Discovery and Engineering of Novel Hemicellulases from Under-Studied Environments for Sustainable Biomass Conversion

About the Project

The escalating demand for renewable materials and sustainable energy is driving urgent interest in efficient biomass conversion technologies. Among renewable carbon sources, lignocellulosic biomass—comprised primarily of cellulose, hemicellulose, and lignin—is the most abundant. However, its intrinsic recalcitrance, particularly in hemicellulose fractions, significantly increases the cost and complexity of bioconversion. Conventional chemical pretreatments are effective, but tend to be energy-intensive, costly, and associated with environmental risks. These limitations highlight the necessity for innovative enzyme-based strategies.

Dr Natalie Ferry and Dr Diaz De Rienzo’s research at the University of Salford focuses on the discovery and biochemical characterisation of novel enzymes (particularly carbohydrate-active enzymes, or CAZymes) from microorganisms adapted to extreme environments. Extremophiles — organisms that thrive in harsh conditions of temperature, salinity, or pH — possess enzymes that are naturally stable and active under industrially relevant conditions. Mining these enzymes from metagenomic datasets offers an untapped reservoir of biocatalysts with desirable traits for biotechnological applications.

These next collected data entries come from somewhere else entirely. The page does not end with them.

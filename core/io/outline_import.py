"""A hull outline taken from a drawing or a table: placed in the hull frame, checked, measured.

Whatever the source (a DXF layer, a table of offsets), the points arrive in the
source's own units and axes. :func:`place_outline` checks them with shapely, drops
points that add nothing, turns them into the hull frame (x forward, y to port,
metres, origin at the chosen reference point) and measures the result with the same
:class:`core.model.hull.HullGeometry` every hull uses, so the area and centroid shown
before the outline is accepted are the hull's own.

A plan view is seen from above: with the bow along the drawing's +x, port is the
drawing's +y; with the bow along -x (the drawing's x runs aft), port is -y. A
drawing seen from below (a bottom plan) is mirrored: say so with ``from_below``.
"""

from __future__ import annotations

import math
import re
from collections.abc import Sequence
from dataclasses import dataclass
from typing import Literal

import numpy as np
import shapely

from core.errors import DrawingError, InputError, OutlineError
from core.model import rules
from core.model.hull import Hull, HullGeometry
from core.model.outlines import Outline, validate_outline
from core.model.plan import Project, Stage
from core.notices import Notice

Pt = tuple[float, float]
Bow = Literal["+x", "-x", "+y", "-y"]
Reference = Literal["aft", "forward", "middle", "origin", "point"]

BOWS: tuple[Bow, ...] = ("+x", "-x", "+y", "-y")
REFERENCES: tuple[Reference, ...] = ("aft", "forward", "middle", "origin", "point")
REFERENCE_WORDS = {
    "aft": "aft end, on the centreline",
    "forward": "forward end, on the centreline",
    "middle": "mid-length, on the centreline",
    "origin": "the drawing's origin (0, 0)",
    "point": "a point given in drawing coordinates",
}
#: Part of the flattening's chord error left to simplification (the rest to flattening),
#: so the outline stays within the chord error of the drawn curves.
SIMPLIFY_SHARE = 0.1
#: Hull lengths outside this range, m, are worth a second look at the units.
PLAUSIBLE_LENGTH_M = (2.0, 600.0)
#: Part of the area with no mirror image across the centreline that earns a warning.
ASYMMETRY_WARNING = 0.02

_UNIT_VECTORS: dict[str, Pt] = {
    "+x": (1.0, 0.0),
    "-x": (-1.0, 0.0),
    "+y": (0.0, 1.0),
    "-y": (0.0, -1.0),
}


@dataclass(frozen=True, slots=True)
class OutlinePlacement:
    """How a drawn outline sits in the hull frame.

    ``bow``: the drawing direction the bow points to. ``from_below``: the drawing is
    seen from below (port and starboard swap). ``reference``: the point that becomes
    the hull frame's origin: the aft or forward end or mid-length on the centreline
    (the middle of the outline's breadth), the drawing's origin, or ``point`` (drawing
    units) when ``reference`` is "point".
    """

    bow: Bow = "+x"
    from_below: bool = False
    reference: Reference = "aft"
    point: Pt = (0.0, 0.0)

    def __post_init__(self) -> None:
        if self.bow not in BOWS:
            raise InputError("bow direction", self.bow, f"is not one of {', '.join(BOWS)}")
        if self.reference not in REFERENCES:
            raise InputError(
                "reference point", self.reference, f"is not one of {', '.join(REFERENCES)}"
            )
        x, y = (float(v) for v in self.point)
        if not (math.isfinite(x) and math.isfinite(y)):
            raise InputError("reference point", self.point, "must be finite")
        object.__setattr__(self, "point", (x, y))

    def axes(self) -> tuple[Pt, Pt]:
        """The drawing directions of the hull's +x (forward) and +y (port), unit vectors."""
        u = _UNIT_VECTORS[self.bow]
        v = (-u[1], u[0])  # 90 degrees to the left of the bow, seen from above
        if self.from_below:
            v = (-v[0], -v[1])
        return u, v


@dataclass(frozen=True, slots=True)
class ImportedOutline:
    """An outline ready to become a hull, with what was measured and noticed on the way.

    ``outline`` is in the hull frame (m, counter-clockwise); ``area_m2``,
    ``centroid_m``, ``length_m`` and ``beam_m`` are its plane-area properties;
    ``reference_in_drawing`` is where the hull frame's origin lies in the drawing
    (drawing units); ``points_read`` and ``points_kept`` count the vertices before and
    after simplification.
    """

    outline: Outline
    area_m2: float
    centroid_m: Pt
    length_m: float
    beam_m: float
    source: str
    layer: str | None
    units: str
    chord_error_m: float
    points_read: int
    points_kept: int
    reference_in_drawing: Pt
    notices: tuple[Notice, ...] = ()

    def hull(self, name: str) -> Hull:
        """A new hull on this outline."""
        return Hull(name, self.outline)


def drawing_tolerances(
    chord_error_m: float, tolerance_m: float, metres_per_unit: float
) -> tuple[float, float]:
    """The chord error left to flattening and the join tolerance, in drawing units, from
    the two as given in metres; each is checked first by its rule, so a refusal shows the
    value the user gave.

    Raises RangeError naming the chord error or the join tolerance.
    """
    chord = rules.CHORD_ERROR.check(chord_error_m)
    tol = rules.JOIN_TOLERANCE.check(tolerance_m)
    return (1 - SIMPLIFY_SHARE) * chord / metres_per_unit, tol / metres_per_unit


def invalid_reason(poly: shapely.Polygon) -> tuple[str, Pt | None]:
    """Why shapely finds ``poly`` invalid, in words, and where (drawing units) if it says."""
    reason = shapely.is_valid_reason(poly)
    m = re.search(r"\[\s*([-+0-9.eE]+)\s+([-+0-9.eE]+)", reason)
    where = (float(m.group(1)) + 0.0, float(m.group(2)) + 0.0) if m else None  # no "-0"
    words = "crosses itself" if "intersection" in reason.lower() else reason.split("[")[0].lower()
    return words, where


def place_outline(
    points: Sequence[Pt],
    metres_per_unit: float,
    placement: OutlinePlacement,
    chord_error_m: float,
    *,
    source: str,
    layer: str | None,
    units: str,
    notices: Sequence[Notice] = (),
) -> ImportedOutline:
    """Check, simplify, place and measure a closed outline given in drawing units.

    Raises
    ------
    DrawingError
        The outline crosses itself or has no area (naming the layer and, where
        shapely says, the drawing point).
    RangeError
        The chord error is outside its rule (:data:`core.model.rules.CHORD_ERROR`).
    """
    chord_error_m = rules.CHORD_ERROR.check(chord_error_m)
    name = f"layer {layer}" if layer is not None else "the outline"
    if len(points) < 3:
        raise DrawingError(source, "the outline has fewer than three points", layer=layer)
    poly = shapely.Polygon(points)
    if not poly.is_valid:
        words, where = invalid_reason(poly)
        at = f" near ({where[0]:.6g}, {where[1]:.6g}) {units}" if where else ""
        raise DrawingError(source, f"the outline {words}{at}", layer=layer)
    if poly.area <= 0:
        raise DrawingError(source, "the outline has no area", layer=layer)
    tol = SIMPLIFY_SHARE * chord_error_m / metres_per_unit
    simple = shapely.simplify(poly, tol, preserve_topology=True)
    kept = np.asarray(simple.exterior.coords)[:-1]  # (n, 2) drawing units
    u, v = placement.axes()
    k = metres_per_unit
    raw = np.column_stack([k * (kept @ np.array(u)), k * (kept @ np.array(v))])  # (n, 2) m
    ref = _reference(raw, placement, k)
    try:
        outline = validate_outline((raw - np.asarray(ref)).tolist(), name)
    except OutlineError as e:
        raise DrawingError(source, str(e).removeprefix(f"{name}: "), layer=layer) from None
    g = HullGeometry(outline)
    in_drawing = (
        (ref[0] * u[0] + ref[1] * v[0]) / k + 0.0,
        (ref[0] * u[1] + ref[1] * v[1]) / k + 0.0,
    )
    found = list(notices) + _shape_notices(g, units)
    return ImportedOutline(
        outline,
        g.area,
        g.centroid,
        g.length,
        g.beam,
        source,
        layer,
        units,
        chord_error_m,
        len(points),
        len(outline),
        in_drawing,
        tuple(found),
    )


def _reference(raw: np.ndarray, placement: OutlinePlacement, k: float) -> Pt:
    """The chosen reference point in the unshifted hull frame (m). raw: (n, 2)."""
    x0, y0 = raw.min(axis=0)
    x1, y1 = raw.max(axis=0)
    mid_y = float(y0 + y1) / 2
    if placement.reference == "aft":
        return (float(x0), mid_y)
    if placement.reference == "forward":
        return (float(x1), mid_y)
    if placement.reference == "middle":
        return (float(x0 + x1) / 2, mid_y)
    if placement.reference == "origin":
        return (0.0, 0.0)
    u, v = placement.axes()
    p = placement.point
    return (k * (p[0] * u[0] + p[1] * u[1]), k * (p[0] * v[0] + p[1] * v[1]))


def _shape_notices(g: HullGeometry, units: str) -> list[Notice]:
    out: list[Notice] = []
    lo, hi = PLAUSIBLE_LENGTH_M
    if not lo <= g.length <= hi:
        out.append(
            Notice(
                "outline_size",
                "outline",
                f"The outline is {g.length:.6g} m long and {g.beam:.6g} m in beam: "
                f"check the drawing's units ({units}).",
            )
        )
    mirror = shapely.Polygon(g.vertices * np.array([1.0, -1.0]))
    if mirror.is_valid:
        odd = float(g.polygon.symmetric_difference(mirror).area) / (2 * g.area)
        if odd > ASYMMETRY_WARNING:
            out.append(
                Notice(
                    "outline_asymmetric",
                    "outline",
                    f"The outline is not symmetric about the centreline (y = 0): {odd * 100:.0f} % "
                    "of its area has no mirror image. Check the reference point and the axes.",
                    "caution",
                )
            )
    return out


def new_plan(imported: ImportedOutline, hull_name: str, plan_name: str | None = None) -> Project:
    """A new plan holding one hull on the imported outline and one empty stage."""
    hull = imported.hull(hull_name)
    return Project(name=plan_name or hull_name, hulls=(hull,), stages=(Stage("Stage 1"),))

This PhD project builds upon that foundation, integrating bioinformatics, molecular biology, protein engineering, and process development to discover, characterise, and optimise hemicellulases from under-studied environments for use in sustainable biomass processing. The work directly supports global goals in circular bioeconomy development and aligns with the University of Salford’s focus on biotechnology for environmental sustainability

Supervisors:

Natalie Ferry

Alejandra Mayri Diaz De Rienzo

Overall Aim:

To discover, characterise, and engineer novel hemicellulase enzymes from under-studied environments for enhanced performance in industrial biomass conversion.

Specific Objectives:

1. Metagenomic Mining: Identify novel hemicellulase gene candidates from metagenomic datasets derived from extreme ecological niches (e.g., insect gut microbiomes).
2. Cloning and Expression: Clone and express candidate genes in suitable microbial hosts (e.g., E. coli or Pichia pastoris), optimising conditions for soluble and active enzyme production.
3. Biochemical Characterisation: Determine enzyme activity profiles, substrate specificities, and stability parameters (temperature, pH, ionic strength).
4. Enzyme Engineering: Apply directed evolution and rational design strategies to enhance catalytic efficiency, thermostability, or tolerance to industrial conditions (e.g., solvents, high solids).
5. Process Integration and Evaluation: Assess the performance of engineered enzymes in pilot-scale biomass conversion processes (e.g., saccharification of agricultural waste for bioethanol or bioplastic precursor production).
6. Techno-Economic and Environmental Analysis: Evaluate the potential economic and environmental benefits of enzyme-based biomass processing compared with conventional methods.